Segment Open

def _used(keys: list[Key], measures: list[Measure], where: Any) -> dict[str, str]:
    """The columns a plan reads, each with the pointer of its first use (for the relation:
    which computed and dimension columns it must provide, planner/source.py)."""
    used: dict[str, str] = {}
    for it in [*keys, *measures]:
        if it.col is not None:
            used.setdefault(it.col.name, pointer(*it.path, "expr" if it.spec.expr else "column"))
        if isinstance(it, Measure) and it.condition is not None:
            for c in it.condition.find_all(exp.Column):
                used.setdefault(c.name, pointer(*it.path, "condition"))
        if isinstance(it, Measure):  # a named measure's scalar inputs (planner/measure_sql.py)
            for e in [it.input_expr, *(p.input for p in it.parts)]:
                for c in e.find_all(exp.Column) if e is not None else ():
                    used.setdefault(c.name, pointer(*it.path, "measure"))
    for c in where.find_all(exp.Column) if where is not None else ():
        used.setdefault(c.name, pointer("where"))
    return used


def _check_measure(i: int, path, channel: str, ch: Channel, schema: SourceSchema,
                   d: Dialect, request_tz: str = "UTC") -> Measure:
    entry = aggregates.get(ch.agg)  # what the aggregate accepts: planner/aggregates.py
    col = None
    if ch.column is not None:
        col = _resolve(ch.column, schema, pointer(*path, "column"))
        if not entry.accepts(col.kind):
            detail = entry.mismatch.format(agg=ch.agg, column=col.name, kind=col.kind)
            if col.kind == "boolean":  # the aggregate that does take one
                detail += "; the fraction of true rows is {\"agg\": \"share\"}"
            raise PlanError(pointer(*path, "agg"), detail,
                            slug="type-mismatch", title="Aggregate does not fit the column type")
    if ch.tz is not None:
        raise PlanError(pointer(*path, "tz"), "tz applies to temporal keys, not to a measure")
    if entry.feature and not d.supports(entry.feature):
        raise Unsupported(pointer(*path, "agg"), d.name, f"{ch.agg}")
    condition = None
    if ch.condition is not None:  # the allow-list of filter_sql, pointed at this field
        try:
            condition = compile_filter_sql(ch.condition, schema, d, tz=request_tz)
        except PlanError as e:
            raise PlanError(pointer(*path, "condition"),
                            e.detail.replace("filter_sql", "condition"), slug=e.slug,
                            title="condition is not allowed", status=e.status,
                            suggestions=e.suggestions) from None
    return Measure(i, path, channel, ch, col, condition=condition)
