"""``filter_sql``: a condition written as SQL text, accepted only from an allow-list.

Analysts often think of a filter as SQL (``fee > 10 AND depot IN ('North Yard')``). The
text is parsed by sqlglot (DuckDB-flavoured generic SQL) and then *rebuilt* node by node
into a fresh expression tree: nothing of the parsed tree is reused, so a construct this
module does not know cannot reach the engine. What is allowed:

* column references, resolved in the source's catalog and re-created as catalog
  identifiers (never qualified, never with the text the user typed); ``depots.city`` is the
  one name of a dimension column (``[[sources.X.dimensions]]``);
* literals: numbers, strings (no NUL), ``true``/``false``, ``NULL``, and
  ``DATE '...'`` / ``TIMESTAMP '...'`` (ISO 8601) — each re-created as a typed literal;
* comparisons (``= <> < <= > >=``, ``IS [NOT] DISTINCT FROM``), ``AND``/``OR``/``NOT``,
  ``IN (list)``, ``BETWEEN``, ``IS [NOT] NULL``, ``IS [NOT] TRUE/FALSE``, ``[I]LIKE``
  (optionally with ``ESCAPE``), ``+ - * / %`` and unary minus, parentheses;
* the scalar functions ``lower upper trim length abs round floor ceil coalesce``.

The same text means the same thing on every engine (issue 9.8); per-dialect SQL implements
these definitions exactly (``Dialect.like`` / ``Dialect.round_half_away``):

* ``round(x, n)`` (n a whole number from -15 to 15, default 0) reads x as a double, forms
  y = x * 10^n (x / 10^-n for n < 0) in double arithmetic, takes the whole number nearest y
  with **ties away from zero** and scales back (``r / 10^n``); |x| >= 2^52 is left as it is.
  So ``round(87/60, 1)`` is 1.5 and ``round(-0.125, 2)`` is -0.13 everywhere (PostgreSQL's
  own round of a double ties to even; SQLite's rounds 0.49999999999999994 up). Reference:
  Python ``decimal.Decimal(y)`` (the exact binary value) quantized ROUND_HALF_UP.
  Written out, the rounding repeats its operand: round() may nest two deep.
* ``x LIKE 'pattern'``: case- and accent-sensitive, character by character (a character is a
  code point, whatever the encoding or collation): ``%`` any run of characters, ``_``
  exactly one. There is **no escape character** unless the text says ``ESCAPE 'c'``; then
  ``c%``, ``c_`` and ``cc`` are literal and c before anything else is refused. A backslash
  is an ordinary character. The pattern must be a string literal.
* ``x ILIKE 'pattern'``: the same, with the ASCII letters A-Z and a-z equal; every other
  character (``Ü`` / ``ü``, ``Σ`` / ``σ``) still compares exactly, on every engine and
  locale (MariaDB has no ILIKE and folds by collation; PostgreSQL's by locale).
* ``NOT LIKE`` / ``NOT ILIKE`` are the negations (NULL stays NULL).

How each target writes them: standard ``LIKE ... ESCAPE '!'`` (the planner's own escape
character) on DuckDB, PostgreSQL, Spark, Snowflake, Trino, Redshift; MySQL/MariaDB compare
``CONVERT(x USING utf8mb4) COLLATE utf8mb4_bin``; SQLite uses ``GLOB`` for LIKE (its LIKE
folds ASCII case, which is exactly ILIKE there); ClickHouse and BigQuery escape with a
backslash (no ESCAPE clause); T-SQL writes ``[%] [_] [[]`` under a BIN2 collation. ILIKE
lower-cases the pattern's ASCII letters here and the value's with ``TRANSLATE`` (ClickHouse:
``lower``, ASCII-only; MySQL/SQLite: 26 ``REPLACE`` calls).

Everything else (sub-queries, other functions such as ``read_csv`` or ``pg_read_file``,
casts to other types, placeholders, comments, several statements, ...) is refused with a
:class:`~planner.errors.PlanError` (422) whose pointer is ``/filter_sql`` and whose detail
quotes the offending text.

Types are checked here, from the catalog, so a mistyped filter is a 422 and not an engine
error: arithmetic needs numbers, ``LIKE`` needs text, both sides of a comparison must be of
one kind (a string literal compared with a timestamp column must be an ISO 8601 instant and
becomes a typed timestamp literal). Division is always true division (``CAST(a AS DOUBLE) /
NULLIF(b, 0)``) and ``%`` needs integers (``a % NULLIF(b, 0)``), so ``x / 0`` is NULL on every
engine instead of an error on some and infinity on others.

This module is pure (no I/O); the service calls it through ``planner.where``.
"""

from __future__ import annotations

import math
import re
from dataclasses import dataclass

import sqlglot
from sqlglot import exp
from sqlglot.tokens import TokenType

from planner.dialects.base import Dialect
from planner.errors import PlanError, nearest, pointer
from planner.schema import ColumnInfo, SourceSchema
from planner.values import _parse_instant  # one ISO 8601 reading for where and filter_sql

#: Read dialect of the text: DuckDB-flavoured generic SQL.
READ_DIALECT = "duckdb"
#: Default caps; the service passes its configured ``[limits]`` values.
MAX_CHARS = 4096
MAX_DEPTH = 48
MAX_NODES = 2000
MAX_IN_LIST = 10_000
#: cap on the size of one rebuilt round() operand tree (round repeats its operand)
MAX_BUILT_NODES = 20_000

PTR = pointer("filter_sql")

_INT = re.compile(r"[+-]?\d+")
_TEMPORAL = ("timestamp", "timestamptz", "date")


def _quote(text: str, limit: int = 120) -> str:
    text = text if len(text) <= limit else text[: limit - 1] + "…"
    return repr(text)


def _fail(detail: str, slug: str = "bad-filter-sql", suggestions: list[str] | None = None) -> PlanError:
    return PlanError(PTR, detail, slug=slug, title="filter_sql is not allowed",
                     suggestions=suggestions)


@dataclass
class _Typed:
    """A rebuilt expression and its kind: integer | number | string | boolean | timestamp |
    timestamptz | date | null, plus whether it is a bare string (or typed date) literal that
    may still become a timestamp literal next to a temporal operand."""

    node: exp.Expression
    kind: str
    literal_text: str | None = None  # the string of a bare string / DATE / TIMESTAMP literal

    @property
    def numeric(self) -> bool:
        return self.kind in ("integer", "number")

    @property
    def temporal(self) -> bool:
        return self.kind in _TEMPORAL


def _col_kind(col: ColumnInfo) -> str:
    if col.kind == "integer":
        return "integer"
    if col.kind in ("double", "decimal"):
        return "number"
    return col.kind
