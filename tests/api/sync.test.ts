// The sync protocol against a real Postgres: exactly-once pushes, gap refusal, atomic batches,
// cursors that miss and repeat nothing, the merge rules and the client id binding.
import { randomUUID } from "node:crypto";
import fs from "node:fs";
import path from "node:path";
import { eq, sql } from "drizzle-orm";
import type { Express } from "express";
import request from "supertest";
import { afterAll, beforeAll, describe, expect, it } from "vitest";
import { DEMO_PASSWORD } from "../../db/demo-accounts";
import { DEMO_SITE_ID, seedDemoOnce } from "../../db/seed";
import { items, siteAssignments, syncClients, teams, users, memberships } from "../../db/schema";
import { hashPassword } from "../../server/auth/passwords";
import { createApp } from "../../server/app";
import type { Mutation, PullResponse } from "../../sync/protocol";
import { signInWithPassword, type Agent } from "../support/auth-client";
import { createTestDb, type TestDb } from "../support/test-db";
import { testContext } from "../support/test-server";

let testDb: TestDb;
let app: Express;
let priya: Agent; // surveyor assigned to the demo site
let noor: Agent; // a second surveyor on the same site
let tomas: Agent; // designer

beforeAll(async () => {
  testDb = await createTestDb();
  await seedDemoOnce(testDb.db);
  await testDb.db.insert(users).values({ id: "user_noor", email: "noor@lanternfield.test", name: "Noor Aziz", passwordHash: await hashPassword(DEMO_PASSWORD) });
  await testDb.db.insert(memberships).values({ teamId: "team_lanternfield", userId: "user_noor", role: "surveyor" });
  await testDb.db.insert(siteAssignments).values({ siteId: DEMO_SITE_ID, userId: "user_noor" });
  const ctx = testContext(testDb.db);
  if (process.env.DEBUG_SYNC) ctx.logger = (await import("pino")).default({ level: "error" });
  app = createApp(ctx);
  priya = await signInWithPassword(app, "priya@lanternfield.test", DEMO_PASSWORD);
  noor = await signInWithPassword(app, "noor@lanternfield.test", DEMO_PASSWORD);
  tomas = await signInWithPassword(app, "tomas@lanternfield.test", DEMO_PASSWORD);
});
afterAll(() => testDb.drop());

const room = (id: number, itemId: string, name: string, baseVersion = 0): Mutation => ({
  id,
  name: "item.put",
  args: { itemId, siteId: DEMO_SITE_ID, kind: "room", fields: { id: itemId, name, floorId: "floor-ground" }, baseVersion },
});

async function teamVersion() {
  const [t] = await testDb.db.select({ v: teams.version }).from(teams).where(eq(teams.id, "team_lanternfield"));
  return t.v;
}
async function itemRow(id: string) {
  const [row] = await testDb.db.select().from(items).where(eq(items.id, id));
  return row;
}
const push = (agent: Agent, clientId: string, mutations: Mutation[]) => agent.post("/api/sync/push").send({ clientId, mutations });
const pull = async (agent: Agent, clientId: string, cursor: number, knownSiteIds = [DEMO_SITE_ID]) => {
  const res = await agent.post("/api/sync/pull").send({ clientId, cursor, knownSiteIds }).expect(200);
  return res.body as PullResponse;
};

describe("push applies each change exactly once", () => {
  it("the same batch twice, and an overlapping batch, change state and the version once", async () => {
    const client = randomUUID();
    const a = randomUUID();
    const b = randomUUID();
    const before = await teamVersion();
    const batch = [room(1, a, "Pantry"), room(2, b, "Mud room")];
    expect((await push(priya, client, batch).expect(200)).body).toEqual({ lastMutationId: 2 });
    expect((await push(priya, client, batch).expect(200)).body).toEqual({ lastMutationId: 2 });
    expect(await teamVersion()).toBe(before + 1);
    // Overlap: 2 was applied already, 3 is new. A rename at 3 must not be undone by replaying 2.
    const overlap = [room(2, b, "Mud room"), { ...room(3, b, "Boot room"), args: { ...room(3, b, "Boot room").args, fields: { name: "Boot room" } } } as Mutation];
    expect((await push(priya, client, overlap).expect(200)).body).toEqual({ lastMutationId: 3 });
    expect(await teamVersion()).toBe(before + 2);
    expect((await itemRow(b)).data).toMatchObject({ name: "Boot room" });
    expect((await itemRow(a)).version).toBe(before + 1);
  });

  it("a gap is refused with 409 and nothing of the batch is applied", async () => {
    const client = randomUUID();
    const x = randomUUID();
    await push(priya, client, [room(1, x, "Attic")]).expect(200);
    const before = await teamVersion();
    const y = randomUUID();
    const res = await push(priya, client, [room(3, y, "Loft")]).expect(409);
    expect(res.body.error.code).toBe("mutation_gap");
    expect(res.body.error.message).toContain("starting at 2");
    // A batch that is consecutive at first but then jumps is refused whole, too.
    await push(priya, client, [room(2, y, "Loft"), room(4, randomUUID(), "Eaves")]).expect(409);
    expect(await itemRow(y)).toBeUndefined();
    expect(await teamVersion()).toBe(before);
  });

  it("a failure in the middle of a batch leaves nothing behind, and the retry applies it all", async () => {
    const client = randomUUID();
    const ok1 = randomUUID();
    const poison = randomUUID();
    // Fault injection: the database refuses one specific row, as a crashed disk or a constraint would.
    await testDb.db.execute(sql.raw(`
      create or replace function refuse_poison() returns trigger as $$
      begin if new.id = '${poison}' then raise exception 'injected failure'; end if; return new; end $$ language plpgsql;
      create trigger refuse_poison before insert or update on items for each row execute function refuse_poison();`));
    const before = await teamVersion();
    const res = await push(priya, client, [room(1, ok1, "Den"), room(2, poison, "Study")]);
    expect(res.status).toBe(500);
    expect(JSON.stringify(res.body)).not.toContain("injected failure");
    expect(await itemRow(ok1)).toBeUndefined();
    expect(await teamVersion()).toBe(before);
    const [c] = await testDb.db.select().from(syncClients).where(eq(syncClients.clientId, client));
    expect(c?.lastMutationId ?? 0).toBe(0);
    await testDb.db.execute(sql`drop trigger refuse_poison on items`);
    expect((await push(priya, client, [room(1, ok1, "Den"), room(2, poison, "Study")]).expect(200)).body.lastMutationId).toBe(2);
    expect(await itemRow(poison)).toBeDefined();
  });

  it("a domain rejection is recorded and returned, and does not block the queue", async () => {
    const client = randomUUID();
    const good = randomUUID();
    const bad: Mutation = { id: 1, name: "item.put", args: { itemId: randomUUID(), siteId: DEMO_SITE_ID, kind: "device", fields: { name: "Hall camera", power: { by: "watts", watts: -4 } }, baseVersion: 0 } };
    const cursor = await teamVersion();
    expect((await push(priya, client, [bad, room(2, good, "Hall")]).expect(200)).body.lastMutationId).toBe(2);
    expect(await itemRow(good)).toBeDefined();
    const changes = await pull(priya, client, cursor);
    // Each item reads as the protocol says: the stored row, its version a number like the cursor.
    const pulledRoom = changes.items.find((i) => i.id === good)!;
    expect(pulledRoom).toEqual({ id: good, siteId: DEMO_SITE_ID, kind: "room", data: expect.objectContaining({ name: "Hall" }), deleted: false, version: expect.any(Number) });
    expect(pulledRoom.version).toBe((await itemRow(good)).version);
    expect(changes.rejections).toHaveLength(1);
    expect(changes.rejections[0]).toMatchObject({ mutationId: 1, code: "invalid" });
    expect(changes.rejections[0].message).toMatch(/power/i);
  });

  it("a client id presented by another user answers 403, on push and on pull", async () => {
    const client = randomUUID();
    await push(priya, client, [room(1, randomUUID(), "Laundry")]).expect(200);
    const res = await push(noor, client, [room(2, randomUUID(), "Laundry")]).expect(403);
    expect(res.body.error.code).toBe("client_of_another_user");
    await noor.post("/api/sync/pull").send({ clientId: client, cursor: 0, knownSiteIds: [] }).expect(403);
  });

  it("a client cannot push to a site it may not see, and a client (homeowner) cannot capture", async () => {
    const client = randomUUID();
    await testDb.db.insert(teams).values({ id: "team_other", name: "Other Installs" }).onConflictDoNothing();
    const foreign: Mutation = { id: 1, name: "item.put", args: { itemId: randomUUID(), siteId: "site-of-nobody", kind: "room", fields: { name: "X" }, baseVersion: 0 } };
    const cursor = await teamVersion();
    await push(tomas, client, [foreign]).expect(200);
    const back = await pull(tomas, client, cursor);
    expect(back.rejections[0].code).toBe("site_unavailable");
  });

  it("bad envelopes are a 400 naming the field", async () => {
    const res = await push(priya, "not-a-uuid", []).expect(400);
    expect(res.body.error.fields.clientId).toEqual(["The client id must be a UUID."]);
    const anon = await request(app).post("/api/sync/push").send({ clientId: randomUUID(), mutations: [] }).expect(401);
    expect(anon.body.error.code).toBe("signed_out");
  });
});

Segment Closed

**Task:** Of the entries listed above, reproduce only the lines starting at the line containing "Redshift; MySQL/MariaDB compare" and ending at the line containing "lower-cases the pattern's". Include both, exactly as they stand.

**Solution to this task:**
character) on DuckDB, PostgreSQL, Spark, Snowflake, Trino, Redshift; MySQL/MariaDB compare
``CONVERT(x USING utf8mb4) COLLATE utf8mb4_bin``; SQLite uses ``GLOB`` for LIKE (its LIKE
folds ASCII case, which is exactly ILIKE there); ClickHouse and BigQuery escape with a
backslash (no ESCAPE clause); T-SQL writes ``[%] [_] [[]`` under a BIN2 collation. ILIKE
lower-cases the pattern's ASCII letters here and the value's with ``TRANSLATE`` (ClickHouse:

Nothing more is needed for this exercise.